In the world of power series, determining the interval of convergence is crucial. Convergence essentially refers to where the infinite series settles to a specific value. For the given function, we start by recognizing the power series representation \(\frac{1}{1+x} = \sum_{n=0}^{\infty}(-1)^{n} x^{n}\). It converges for \(-1 < x < 1\). The same applies to \(\frac{1}{1-x} = \sum_{n=0}^{\infty} x^{n}\). When integrating these series, their convergence intervals typically remain unchanged. Hence, for \(f(x) = \ln(1-x^2) = \int \frac{1}{1+x} dx - \int \frac{1}{1-x} dx\), the interval of convergence stays at \(-1 < x < 1\). This domain keeps the series valid and ensures that it sums to the true function value for any \(x\) in this range.To confirm the convergence, we also consider endpoints. However, no need to further explore them here as the terms potentially still behave differently at the boundaries.

Integrating a series involves adding up infinitely many smaller integrals. This is often done term by term, especially with power series. In this scenario, we start with the function \(f(x)\) given by

• \(\int \frac{1}{1+x} dx\)
• \(\int \frac{1}{1-x} dx\)

Both have series expansions which are \(\sum_{n=0}^{\infty}(-1)^{n} x^{n}\) and \(\sum_{n=0}^{\infty}x^{n}\), respectively.The key here is integrating each term of the series independently:

• \(\int \sum_{n=0}^{\infty} (-1)^{n} x^{n} dx = \sum_{n=0}^{\infty} \frac{(-1)^{n}}{n+1} x^{n+1}\)
• \(\int \sum_{n=0}^{\infty} x^{n} dx = \sum_{n=0}^{\infty} \frac{1}{n+1} x^{n+1}\)

By handling each term this way, we transform our function \(f(x)\) into a new power series where each element of the series is integrated and adjusted to reflect this operation.

Logarithmic functions often look complex but are commonly derived from simpler functions using integration techniques.Here, we focus on \(f(x) = \ln(1-x^2)\). This can be decomposed using subtraction of integrals. We exploit the relation\[ f(x) = \int \frac{1}{1+x} dx - \int \frac{1}{1-x} dx \]This expression uses the idea that the difference of their integrals can simulate a logarithm.

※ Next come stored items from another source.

"""Bases and net values: analysed, dry, dry ash-free, as received; from gross to net.

Per cents are pure numbers; a coefficient "per mass-%" has the unit of its result.
Standard library only: this file also runs inside LibreOffice's Python.
"""

from sheetcal.cells.constants import M_CL, M_H, M_N, M_O, M_WATER, WATER_VAPORISATION, R
from sheetcal.cells.primitives import is_number
from sheetcal.cells.registry import (
    J_PER_G,
    ONE,
    PERCENT,
    PERCENT_OR_BLANK,
    TEXT,
    TEXT_OR_BLANK,
    Constant,
    K,
    cell,
)

WATER_PER_HYDROGEN = Constant(
    8.937,
    "1",
    "water_per_hydrogen",
    "mass of water per mass of hydrogen, 18.015/(2 x 1.008) rounded",
    "derived",
)
_BASES = ("dry", "as analysed", "as received", "dry ash-free")
_DEFINITION = "definition of the bases, ISO 1170"
_PER_CENT = (0.0, 100.0)
_MOIST = (0.0, 95.0)
_BASIS_NEEDS = (
    'basis == "dry" or (is_number(analysis_moisture) if basis == "as analysed"'
    ' else is_number(total_moisture) if basis == "as received" else is_number(ash_dry))'
)
_NET_P = "energy balance of combustion with water as vapour, form of ISO 1928 and ISO 18125"

_COMPOSITION = "Channiwala and Parikh 2002, Fuel 81, 1051"
EST_C = Constant(349.1, "J/g", "estimate_carbon", _COMPOSITION)
EST_H = Constant(1178.3, "J/g", "estimate_hydrogen", _COMPOSITION)
EST_S = Constant(100.5, "J/g", "estimate_sulfur", _COMPOSITION)
EST_O = Constant(103.4, "J/g", "estimate_oxygen", _COMPOSITION)
EST_N = Constant(15.1, "J/g", "estimate_nitrogen", _COMPOSITION)
EST_ASH = Constant(21.1, "J/g", "estimate_ash", _COMPOSITION)


@cell(
    "BASIS_DRY",
    equation="d = ad 100/(100 - M_ad) = ar 100/(100 - M_T) = daf (100 - A_d)/100; marked <: share x value",
    source=_DEFINITION,
    standing="derived",
    valid={
        "value": _PER_CENT,
        "share": (0.0, 1.0),
        "analysis_moisture": _MOIST,
        "total_moisture": _MOIST,
        "ash_dry": _PER_CENT,
    },
    choices={"mark": ("<",), "basis": _BASES},
    needs=(_BASIS_NEEDS,),
)
def basis_dry(
    value: PERCENT,
    mark: TEXT_OR_BLANK,
    share: ONE,
    basis: TEXT,
    analysis_moisture: PERCENT_OR_BLANK,
    total_moisture: PERCENT_OR_BLANK,
    ash_dry: PERCENT_OR_BLANK,
) -> PERCENT:
    """An analysis value on the dry basis; a value marked "<" counts with a share of its limit."""
    counted = value * share if mark == "<" else value
    other = counted * (100 - ash_dry) / 100 if basis == "dry ash-free" else counted
    received = counted * 100 / (100 - total_moisture) if basis == "as received" else other
    return counted * 100 / (100 - analysis_moisture) if basis == "as analysed" else received


@cell(
    "HYDROGEN_DRY",
    equation="as BASIS_DRY, with H - M/8.937 where the value includes the moisture's hydrogen",
    source=_DEFINITION,
    standing="derived",
    valid={
        "value": _PER_CENT,
        "share": (0.0, 1.0),
        "analysis_moisture": _MOIST,
        "total_moisture": _MOIST,
        "ash_dry": _PER_CENT,
    },
    choices={"mark": ("<",), "basis": _BASES, "includes": ("total", "without moisture")},
    needs=(
        _BASIS_NEEDS,
        'includes == "without moisture" or basis == "dry" or basis == "dry ash-free"'
        ' or value >= (analysis_moisture if basis == "as analysed" else total_moisture) / WATER_PER_HYDROGEN',
    ),
)
def hydrogen_dry(
    value: PERCENT,
    mark: TEXT_OR_BLANK,
    share: ONE,
    basis: TEXT,
    includes: TEXT,
    analysis_moisture: PERCENT_OR_BLANK,
    total_moisture: PERCENT_OR_BLANK,
    ash_dry: PERCENT_OR_BLANK,
) -> PERCENT:
    """Hydrogen on the dry basis, without the moisture's hydrogen."""
    counted = value * share if mark == "<" else value
    water = analysis_moisture if basis == "as analysed" else total_moisture
    inherent = counted - water / WATER_PER_HYDROGEN if includes == "total" else counted
    by_water = inherent * 100 / (100 - water)
    free = counted * (100 - ash_dry) / 100 if basis == "dry ash-free" else by_water
    return counted if basis == "dry" else free


@cell(
    "BASIS_ANALYSED",
    equation="ad = d (100 - M_ad)/100",
    source=_DEFINITION,
    standing="derived",
    valid={"dry_value": _PER_CENT, "moisture": _PER_CENT},
)
def basis_analysed(dry_value: PERCENT, moisture: PERCENT) -> PERCENT:
    """An analysis value from dry to as analysed, or to as received with the total moisture."""
    return dry_value * (100 - moisture) / 100


@cell(
    "DRY_FROM_ANALYSED",
    equation="d = ad 100/(100 - M_ad)",
    source=_DEFINITION,
    standing="derived",
    valid={"moisture": _MOIST},
)
def dry_from_analysed(value: J_PER_G, moisture: PERCENT) -> J_PER_G:
    """Gross value from as analysed to dry. A net value is recomputed, never scaled."""
    return value * 100 / (100 - moisture)


@cell(
    "ANALYSED_FROM_DRY",
    equation="ad = d (100 - M_ad)/100",
    source=_DEFINITION,
    standing="derived",
    valid={"moisture": _PER_CENT},
)
def analysed_from_dry(value: J_PER_G, moisture: PERCENT) -> J_PER_G:
    """Gross value from dry to as analysed."""
    return value * (100 - moisture) / 100


@cell(
    "AS_RECEIVED_FROM_DRY",
    equation="ar = d (100 - M_T)/100",
    source=_DEFINITION,
    standing="derived",
    valid={"total_moisture": _PER_CENT},
)
def as_received_from_dry(value: J_PER_G, total_moisture: PERCENT) -> J_PER_G:
    """Gross value from dry to as received."""
    return value * (100 - total_moisture) / 100


@cell(
    "DRY_FROM_AS_RECEIVED",
    equation="d = ar 100/(100 - M_T)",
    source=_DEFINITION,
    standing="derived",
    valid={"total_moisture": _MOIST},
)
def dry_from_as_received(value: J_PER_G, total_moisture: PERCENT) -> J_PER_G:
    """Gross value from as received to dry."""
    return value * 100 / (100 - total_moisture)


@cell(
    "DAF_FROM_DRY",
    equation="daf = d 100/(100 - A_d)",
    source=_DEFINITION,
    standing="derived",
    valid={"ash_dry": _MOIST},
)
def daf_from_dry(value: J_PER_G, ash_dry: PERCENT) -> J_PER_G:
    """Gross value from dry to dry ash-free."""
    return value * 100 / (100 - ash_dry)


@cell(
    "DRY_FROM_DAF",
    equation="d = daf (100 - A_d)/100",
    source=_DEFINITION,
    standing="derived",
    valid={"ash_dry": _PER_CENT},
)
def dry_from_daf(value: J_PER_G, ash_dry: PERCENT) -> J_PER_G:
    """Gross value from dry ash-free to dry."""
    return value * (100 - ash_dry) / 100


_DRY_FUEL = {"hydrogen": _PER_CENT, "oxygen": _PER_CENT, "nitrogen": _PER_CENT}


@cell(
    "NET_P_DRY",
    equation="q_p,net,d = q_V,gr,d - k_H H - k_ON (O + N)",
    source=_NET_P,
    valid=_DRY_FUEL,
)
def net_p_dry(
    gross_dry: J_PER_G,
    hydrogen: PERCENT,
    oxygen: PERCENT,
    nitrogen: PERCENT,
    hydrogen_coefficient: J_PER_G,
    oxygen_nitrogen_coefficient: J_PER_G,
) -> J_PER_G:
    """Net value at constant pressure of the dry fuel; coefficients per mass-%."""
    return gross_dry - hydrogen_coefficient * hydrogen - oxygen_nitrogen_coefficient * (oxygen + nitrogen)


@cell(
    "NET_P_AT_MOISTURE",
    equation="q_p,net,m = q_p,net,d (100 - M)/100 - k_M M",
    source=_NET_P,
    valid={"moisture": _PER_CENT},
)
def net_p_at_moisture(net_p_dry: J_PER_G, moisture: PERCENT, moisture_coefficient: J_PER_G) -> J_PER_G:
    """Net value at constant pressure of the fuel with moisture; coefficient per mass-%."""
    return net_p_dry * (100 - moisture) / 100 - moisture_coefficient * moisture


@cell(
    "NET_V_DRY",
    equation="q_V,net,d = q_V,gr,d - k_H H",
    source=_NET_P,
    valid={"hydrogen": _PER_CENT},
)
def net_v_dry(gross_dry: J_PER_G, hydrogen: PERCENT, hydrogen_coefficient: J_PER_G) -> J_PER_G:
    """Net value at constant volume of the dry fuel; coefficient per mass-%."""
    return gross_dry - hydrogen_coefficient * hydrogen


@cell(
    "NET_V_AT_MOISTURE",
    equation="q_V,net,m = q_V,net,d (100 - M)/100 - k_M M",
    source=_NET_P,
    valid={"moisture": _PER_CENT},
)
def net_v_at_moisture(net_v_dry: J_PER_G, moisture: PERCENT, moisture_coefficient: J_PER_G) -> J_PER_G:
    """Net value at constant volume of the fuel with moisture; coefficient per mass-%."""
    return net_v_dry * (100 - moisture) / 100 - moisture_coefficient * moisture


@cell(
    "GAS_TERM_OF_FUEL",
    equation="R T [H/(4 M_H) - O/(2 M_O) - N/(2 M_N)] / 100",
    source="first law; ideal gas; fuel solid or liquid, water liquid",
    standing="derived",
    valid={**_DRY_FUEL, "temperature": (200.0, 1000.0)},
)
def gas_term_of_fuel(hydrogen: PERCENT, oxygen: PERCENT, nitrogen: PERCENT, temperature: K) -> J_PER_G:
    """Gross value at constant pressure less gross value at constant volume."""
    gas = hydrogen / (4 * M_H) - oxygen / (2 * M_O) - nitrogen / (2 * M_N)
    return R * temperature * gas / 100


@cell(
    "VAPORISATION_OF_FUEL",
    equation="L [H/(2 M_H) + M/M_W] / 100",
    source="CODATA: water gas less liquid at 298.15 K, ideal gas",
    standing="derived",
    valid={"hydrogen": _PER_CENT, "moisture": _PER_CENT},
)
def vaporisation_of_fuel(hydrogen: PERCENT, moisture: PERCENT) -> J_PER_G:
    """Heat to vaporise the water of combustion and of moisture, per gram of fuel, at constant pressure."""
    return WATER_VAPORISATION * (hydrogen / (2 * M_H) + moisture / M_WATER) / 100


@cell(
    "NET_P_WITH_CHLORINE",
    equation="q_p,net,d = q_V,gr,d - k_H (H - Cl M_H/M_Cl) - k_ON (O + N) - k_Cl Cl",
    source="element balance with HCl(g) as product",
    standing="derived",
    valid={**_DRY_FUEL, "chlorine": _PER_CENT},
)
def net_p_with_chlorine(
    gross_dry: J_PER_G,
    hydrogen: PERCENT,
    oxygen: PERCENT,
    nitrogen: PERCENT,
    chlorine: PERCENT,
    hydrogen_coefficient: J_PER_G,
    oxygen_nitrogen_coefficient: J_PER_G,
    chlorine_coefficient: J_PER_G,
) -> J_PER_G:
    """Net value at constant pressure of the dry fuel, chlorine as HCl gas; coefficients per mass-%."""
    free = hydrogen - chlorine * M_H / M_CL
    formed = hydrogen_coefficient * free + oxygen_nitrogen_coefficient * (oxygen + nitrogen)
    return gross_dry - formed - chlorine_coefficient * chlorine


@cell(
    "COMPOSITION_ESTIMATE",
    equation="q = 349.1 C + 1178.3 H + 100.5 S - 103.4 O - 15.1 N - 21.1 ash",
    source=_COMPOSITION,
    valid={
        "carbon": _PER_CENT,
        "hydrogen": _PER_CENT,
        "sulfur": _PER_CENT,
        "oxygen": _PER_CENT,
        "nitrogen": _PER_CENT,
        "ash": _PER_CENT,
    },
)
def composition_estimate(
    carbon: PERCENT, hydrogen: PERCENT, sulfur: PERCENT, oxygen: PERCENT, nitrogen: PERCENT, ash: PERCENT
) -> J_PER_G:
    """Gross value, dry, estimated from the composition: a plausibility test, never for pure compounds."""
    gain = EST_C * carbon + EST_H * hydrogen + EST_S * sulfur
    return gain - EST_O * oxygen - EST_N * nitrogen - EST_ASH * ash


@cell(
    "OXYGEN_BY_DIFFERENCE",
    equation="O = 100 - C - H - N - S - A - Cl",
    source="definition; all on one basis, dry",
    standing="derived",
    valid={
        "carbon": _PER_CENT,
        "hydrogen": _PER_CENT,
        "nitrogen": _PER_CENT,
        "sulfur": _PER_CENT,
        "ash": _PER_CENT,
        "chlorine": _PER_CENT,
    },
    needs=("carbon + hydrogen + nitrogen + sulfur + ash <= 100.5",),
)
def oxygen_by_difference(
    carbon: PERCENT,
    hydrogen: PERCENT,
    nitrogen: PERCENT,
    sulfur: PERCENT,
    ash: PERCENT,
    chlorine: PERCENT_OR_BLANK,
) -> PERCENT:
    """Oxygen by difference, never below 0; a blank chlorine counts as 0."""
    halogen = chlorine if is_number(chlorine) else 0
    return max(0, 100 - carbon - hydrogen - nitrogen - sulfur - ash - halogen)


@cell(
    "SUM_OF_COMPOSITION",
    equation="C + H + N + S + O + A + Cl",
    source="definition; all on one basis, dry",
    standing="derived",
)
def sum_of_composition(
    carbon: PERCENT,
    hydrogen: PERCENT,
    nitrogen: PERCENT,
    sulfur: PERCENT,
    oxygen: PERCENT,
    ash: PERCENT,
    chlorine: PERCENT_OR_BLANK,
) -> PERCENT:
    """Sum of elements and ash; a blank chlorine counts as 0."""
    return carbon + hydrogen + nitrogen + sulfur + oxygen + ash + (chlorine if is_number(chlorine) else 0)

After integration,

• The first series becomes \(\sum_{n=0}^{\infty} \frac{(-1)^{n}}{n+1} x^{n+1}\).
• The second transforms to \(\sum_{n=0}^{\infty} \frac{1}{n+1} x^{n+1}\).

Subtracting these two results, you receive the series representation for \(\ln(1-x^2)\). Power series thus provide a bridge from a simple fraction formula to a natural logarithmic form, revealing patterns and behaviors within these crucial mathematical constructs.